Maraen, the Crossroad Mother

Athenaeum entry. Correspondent of record: Vel Asharen. Standing impression after multiple audiences: this is the deity most consistently described, by everyone who has met her, as "easy to be around."

Maraen
Title The Crossroad Mother
Domain Magic itself, Choice, Crossroads, the Moment Before a Decision
Alignment True Neutral
Pacts Generous; rarely refused; warmly maintained
Activity Constant in small ways; present wherever a real choice is being weighed
Worshipped By Spellcasters of every tradition, travelers, those at major life decisions

Form

Maraen presents as an ageless woman of warm appearance and unhurried bearing. Skin tone, hair color, and height vary across her recorded appearances — never dramatically, but consistently — as if her form is a comfortable suggestion she has settled on rather than a fact she is committed to. Most witnesses describe her as the precise figure they would have wanted in a parent on a hard day; this is, by this correspondent's analysis, a feature of how she presents rather than coincidence.

She is most often depicted in well-worn travelling clothes, with sturdy boots and a satchel that visibly contains too many things. Wherever she stands, three or more paths meet — sometimes literally, sometimes only suggestively, in the arrangement of furniture or the lines of a room. The clergy treat this as confirmation of presence.

Domain

Maraen holds the domain of magic itself — not a particular school or tradition, but the raw fact that magic exists and can be reached. Every working spell, in every tradition the Athenaeum has documented, passes through some quiet permission that the working spellcaster does not usually think about. That permission is hers. She grants it freely. She has never, on record, withheld it.

Her second domain is choice, which she considers continuous with the first. Magic is the act of altering the world by will, and will is the act of choosing one outcome over another. By her account, the distinction matters less than mortals make it.

Her third domain — crossroads — is the place where choice becomes visible. She is present at every literal crossroads of three paths or more, in some sense the clergy do not pretend to fully understand. She is also present at every moment in which a person stands considering a course of action that will shape the rest of their life. Most do not see her. Some do. None, by record, have been pressured by her toward any particular outcome.

Pacts and Worship

Spellcasters of every tradition — arcane, divine, primal, innate — pray to Maraen as a matter of professional courtesy, and most consider it the courtesy that gets them out of bed in the morning. She extends pacts generously. The terms are mild. She asks her pact-holders to do one thing: when they encounter a person at a crossroads, they are to listen, not advise, unless the asker has specifically asked for advice.

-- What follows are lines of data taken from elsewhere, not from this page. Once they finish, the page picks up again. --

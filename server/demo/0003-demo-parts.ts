// Demo parts of the Halfmoon Unit's shelf, for the invented production "The Salt Road". They go
// through the real submission rules (analysis, photo cleaning); most are then put on the shelf.
import { writeFile } from 'node:fs/promises';
import { join } from 'node:path';
import type { PartSubmission } from '@shared/schemas/part';
import { inspectUploads } from '../modules/files/inspect';
import { randomStoredName } from '../modules/files/storage';
import type { SeedFn } from './seed';
import { User } from '../db/models';
import { DEMO_ACCOUNTS } from './0001-demo-crew';
import { box, clip, ring, toBinaryStl } from './demo-meshes';
import { demoPhoto, type Outline } from './demo-photos';

type Recipe = PartSubmission['recipes'][number];

const petg: Recipe = {
  purpose: 'set-ready',
  material: 'PETG',
  nozzleMm: 0.4,
  layerMm: 0.2,
  walls: 4,
  topBottomLayers: 5,
  infillPct: 40,
  infillPattern: 'gyroid',
  hotendC: 240,
  bedC: 80,
  speedMmS: 60,
  supports: 'none',
  orientationNote: 'Flat face on the bed',
  resultNotes: 'Held a 7-inch monitor through a week of handheld work.',
};
const plaFit: Recipe = {
  purpose: 'fit-test',
  material: 'PLA',
  nozzleMm: 0.4,
  layerMm: 0.28,
  walls: 2,
  topBottomLayers: 3,
  infillPct: 10,
  infillPattern: 'lines',
  hotendC: 210,
  bedC: 60,
  speedMmS: 80,
  supports: 'none',
  orientationNote: 'Print only the clamp ring to check the bore',
};
const asa: Recipe = {
  purpose: 'set-ready',
  material: 'ASA',
  nozzleMm: 0.4,
  layerMm: 0.2,
  walls: 5,
  topBottomLayers: 6,
  infillPct: 60,
  infillPattern: 'cubic',
  hotendC: 250,
  bedC: 100,
  speedMmS: 50,
  supports: 'bed-only',
  orientationNote: 'Enclosure closed, no fan for the first layers',
};
const tpu: Recipe = {
  purpose: 'set-ready',
  material: 'TPU',
  nozzleMm: 0.4,
  layerMm: 0.2,
  walls: 3,
  topBottomLayers: 4,
  infillPct: 25,
  infillPattern: 'grid',
  hotendC: 225,
  bedC: 40,
  speedMmS: 25,
  supports: 'none',
};

interface DemoPart {
  author: 'member' | 'moderator' | 'admin';
  publish: boolean;
  outline: Outline;
  tint: number;
  mesh: () => Buffer;
  data: PartSubmission;
}

const base = { description: '', bodies: [], mounts: [], keyDimensions: [], testedLoadKg: null, parentId: null, drawnInInches: false };
const noFlags = { carriesLoad: false, overhead: false, vehicle: false, heat: false };

const DEMO_PARTS: DemoPart[] = [
  {
    author: 'member',
    publish: true,
    outline: 'ring',
    tint: 0x2f7c6f,
    mesh: () => toBinaryStl(ring(14, 7.6, 22), 'receiver rod cradle'),
    data: {
      ...base,
      title: 'Receiver cradle for 15 mm rods',
      category: 'monitors-video',
      licence: 'CC-BY-4.0',
      summary: 'Clamps a wireless video receiver to a 15 mm rod; one thumb screw, no tools on set.',
      description: 'Bore is drawn at **15.2 mm** so it slides on printed undersize.\n\n- M4 thumb screw and nut\n- Works on the top rod or the bottom rods',
      bodies: ['korvel-kx8', 'halden-h6'],
      mounts: [{ slug: 'rods-15-60' }, { slug: 'screw-1-4-20' }],
      keyDimensions: [
        { name: 'rod bore', valueMm: 15.2, tolMm: 0.2 },
        { name: 'clamp width', valueMm: 22, tolMm: 0.5 },
      ],
      safety: { ...noFlags, carriesLoad: true },
      testedLoadKg: 0.8,
      recipes: [plaFit, petg],
    },
  },
  {
    author: 'moderator',
    publish: true,
    outline: 'box',
    tint: 0x404b4c,
    mesh: () => toBinaryStl(box(100, 70, 6), 'v-style plate spacer'),
    data: {
      ...base,
      title: 'V-style plate spacer, 6 mm',
      category: 'power-batteries',
      licence: 'CC-BY-SA-4.0',
      summary: 'Lifts a V-style battery plate clear of the cheese plate bolts so the battery seats fully.',
      bodies: ['ostrava-vega-s35'],
      mounts: [{ slug: 'battery-v-style' }, { slug: 'screw-1-4-20' }],
      keyDimensions: [
        { name: 'plate width', valueMm: 100, tolMm: 1 },
        { name: 'spacer height', valueMm: 6, tolMm: 0.2 },
      ],
      safety: { ...noFlags, carriesLoad: true },
      testedLoadKg: 1.2,
      recipes: [petg],
    },
  },
  {
    author: 'member',
    publish: true,
    outline: 'ring',
    tint: 0xb86509,
    mesh: () => toBinaryStl(ring(44, 40.2, 8, 120), 'lens gear ring 80 mm'),
    data: {
      ...base,
      title: 'Lens gear ring, module 0.8, for 80 mm barrels',
      category: 'lens-focus',
      licence: 'CC-BY-4.0',
      summary: 'A press-on follow-focus gear ring for stills lenses with an 80 mm focus barrel.',
      description: '108 teeth at module 0.8. Print slowly so the teeth stay crisp.',
      mounts: [{ slug: 'gear-0-8' }],
      keyDimensions: [{ name: 'barrel bore', valueMm: 80.4, tolMm: 0.3 }],
      safety: noFlags,
      recipes: [{ ...petg, infillPct: 100, resultNotes: 'No slip on a marked focus pull.' }],
    },
  },
  {
    author: 'admin',
    publish: true,
    outline: 'clip',
    tint: 0x1d5149,
    mesh: () => toBinaryStl(clip(11, 7.6, 10, 70), 'rod cable clip'),
    data: {
      ...base,
      title: 'Snap-on cable clip for 15 mm rods',
      category: 'cable-management',
      licence: 'CC0-1.0',
      summary: 'Keeps SDI and power runs tidy along the rods; snaps on without taking the rods out.',
      mounts: [{ slug: 'rods-15-60' }],
      keyDimensions: [{ name: 'rod bore', valueMm: 15.2, tolMm: 0.3 }],
      safety: noFlags,
      recipes: [tpu],
    },
  },
  {
    author: 'moderator',
    publish: true,
    outline: 'box',
    tint: 0x92490c,
    mesh: () => toBinaryStl(box(60, 40, 18), 'dashboard monitor yoke'),
    data: {
      ...base,
      title: 'Dashboard monitor yoke',
      category: 'monitors-video',
      licence: 'CC-BY-NC-4.0',
      summary: 'Holds a 5-inch director monitor on a suction-cup arm inside the picture car.',
      bodies: [],
      mounts: [{ slug: 'screw-1-4-20' }, { slug: 'accessory-shoe' }],
      keyDimensions: [{ name: 'shoe slot width', valueMm: 18.8, tolMm: 0.2 }],
      safety: { carriesLoad: true, overhead: false, vehicle: true, heat: true },
      testedLoadKg: 0.5,
      recipes: [asa],
    },
  },
  {
    author: 'member',
    publish: false,
    outline: 'box',
    tint: 0x4f5d5d,
    mesh: () => toBinaryStl(box(18.6, 20, 6), 'cold shoe cap'),
    data: {
      ...base,
      title: 'Cold-shoe cover with label slot',
      category: 'protection-caps',
      licence: 'MIT',
      summary: 'Covers an empty accessory shoe and takes a strip of camera tape for a label.',
      bodies: ['peregrine-p1', 'korvel-kx4-mini'],
      mounts: [{ slug: 'accessory-shoe' }],
      keyDimensions: [{ name: 'foot width', valueMm: 18.6, tolMm: 0.1 }],
      safety: noFlags,
      recipes: [{ ...plaFit, purpose: 'set-ready', walls: 3, infillPct: 30 }],
    },
  },
];

export const up: SeedFn = async ({ context: { services } }) => {
  if (!services) throw new Error('the demo parts seeder needs the app services');
  const byRole = async (role: string) => (await User.findOne({ where: { email: DEMO_ACCOUNTS.find((a) => a.role === role)!.email } }))!;
  const moderator = await byRole('moderator');
  const admin = await byRole('admin');
  for (const demo of DEMO_PARTS) {
    const account = DEMO_ACCOUNTS.find((a) => a.role === demo.author)!;
    const author = (await User.findOne({ where: { email: account.email } }))!;
    const modelPath = join(services.dirs.tmp, randomStoredName('.upload'));
    const photoPath = join(services.dirs.tmp, randomStoredName('.upload'));
    await writeFile(modelPath, demo.mesh());
    const photo = await demoPhoto(demo.outline, demo.tint);
    await writeFile(photoPath, photo);
    const fileName = `${demo.data.title
      .toLowerCase()
      .replace(/[^a-z0-9]+/g, '-')
      .slice(0, 40)}`;
    const files = await inspectUploads(
      [
        { field: 'model', path: modelPath, originalName: `${fileName}.stl`, size: demo.mesh().length },
        { field: 'photo', path: photoPath, originalName: `${fileName}.jpg`, size: photo.length },
      ],
      { drawnInInches: false },
    );
    const created = await services.parts.create(author, demo.data, files);
    if (demo.publish) {
      // through the review desk, so the decision is on record; four eyes: nobody approves their own
      const approver = demo.author === 'moderator' ? admin : moderator;
      await services.review.decide(approver, created.id, 'approve', { note: 'Demo shelf: checked against a printed sample.' });
    }
  }
  await services.parts.photosSettled();
};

Her clergy are widely scattered. There is no central faith, no continent-spanning institution, no formal hierarchy. There are wayside shrines at most major crossroads, small temples in most cities, and a long-running tradition of itinerant priestesses who travel the trade roads and stop to talk with whoever needs to talk. The priestesses are universally addressed as Mother, regardless of their actual age. The convention is hers.

The Mommy Vibe

This correspondent observes, with the caveat that the language is colloquial: Maraen radiates a warmth that mortals near-universally describe as maternal. The clergy resist the framing slightly, preferring nurturing, but admit that the colloquial version is accurate.

The warmth is not soft. Maraen will, in the same conversation, comfort a weeping student, encourage them to continue with a difficult task, and tell them with absolute clarity that they have made a poor choice that is not yet beyond fixing. She does not flatter. She does not soothe past the point of usefulness. What she does, consistently, is stay — through the conversation, through the consequence, through the decision and the one that follows.

Her clergy report that the most common experience of audience with Maraen is not the granting of insight but the simple relief of being attended to by someone who has the patience for the whole shape of the question.

Relationships

Aerith Soln — Mutual respect, occasionally collegial collaboration on cases involving warlocks who pacted in extremity. They disagree, gently and openly, about how directive divine intervention should be. The disagreement is not resolved and is not resolving.

Krorus — A friendship of mutual amusement. Krorus knows what mortals will decide before they decide it. Maraen attends them in the decision regardless. Neither finds the other's approach contradictory. They have, by clergy account, been seen taking long walks.

Meni — Pacts that end at the threshold are referred between them with quiet professionalism. Maraen sometimes attends Meni's collections when the soul in question is one she pacted with. Meni allows it.